• [Exercise goal] Some lines below hold "format". Pick them out and copy them.

• [Material to process]
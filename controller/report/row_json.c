/* SPDX-License-Identifier: GPL-3.0-or-later */
#include "report/row_json.h"

#include "error.h"
#include "report/json_value.h"

json_t *
row_json_text(const char *text)
{
	return text == NULL ? json_null() : json_value_text(text);
}

json_t *
row_json_names(const char *const names[])
{
	json_t *array = json_array();
	size_t i;

	for (i = 0; names[i] != NULL; i++)
		json_push(array, json_string(names[i]));
	return array;
}

json_t *
row_json_fields(const struct field *fields)
{
	json_t *array = json_array(), *object;
	const struct field *row;
	char allowed[512];

	for (row = fields; row != NULL && row->name != NULL; row++) {
		object = json_object();
		json_put(object, "name", json_value_text(row->name));
		json_put(object, "help", row_json_text(row->help));
		json_put(object, "allowed", json_value_text(
		    field_allowed(row, allowed, sizeof(allowed))));
		json_put(object, "default", row_json_text(row->default_text));
		json_put(object, "required", json_boolean(row->required));
		if (row->fields != NULL)
			json_put(object, "fields",
			    row_json_fields(row->fields));
		json_push(array, object);
	}
	return array;
}

int
row_json_print(const char *format, const char *name, json_t *rows, FILE *out,
    struct error *err)
{
	json_t *root = json_object();
	int rc;

	json_put(root, "format", json_value_text(format));
	json_put(root, "software",
	    json_value_text("plafond " PLAFOND_VERSION));
	json_put(root, name, rows);
	rc = json_dumpf(root, out, JSON_INDENT(2));
	(void)fputc('\n', out);
	json_decref(root);
	return rc == 0 ? 0 : error_set(err, ERROR_INTERNAL, "no memory");
}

• [Output of the task]
row_json_print(const char *format, const char *name, json_t *rows, FILE *out,
	json_put(root, "format", json_value_text(format));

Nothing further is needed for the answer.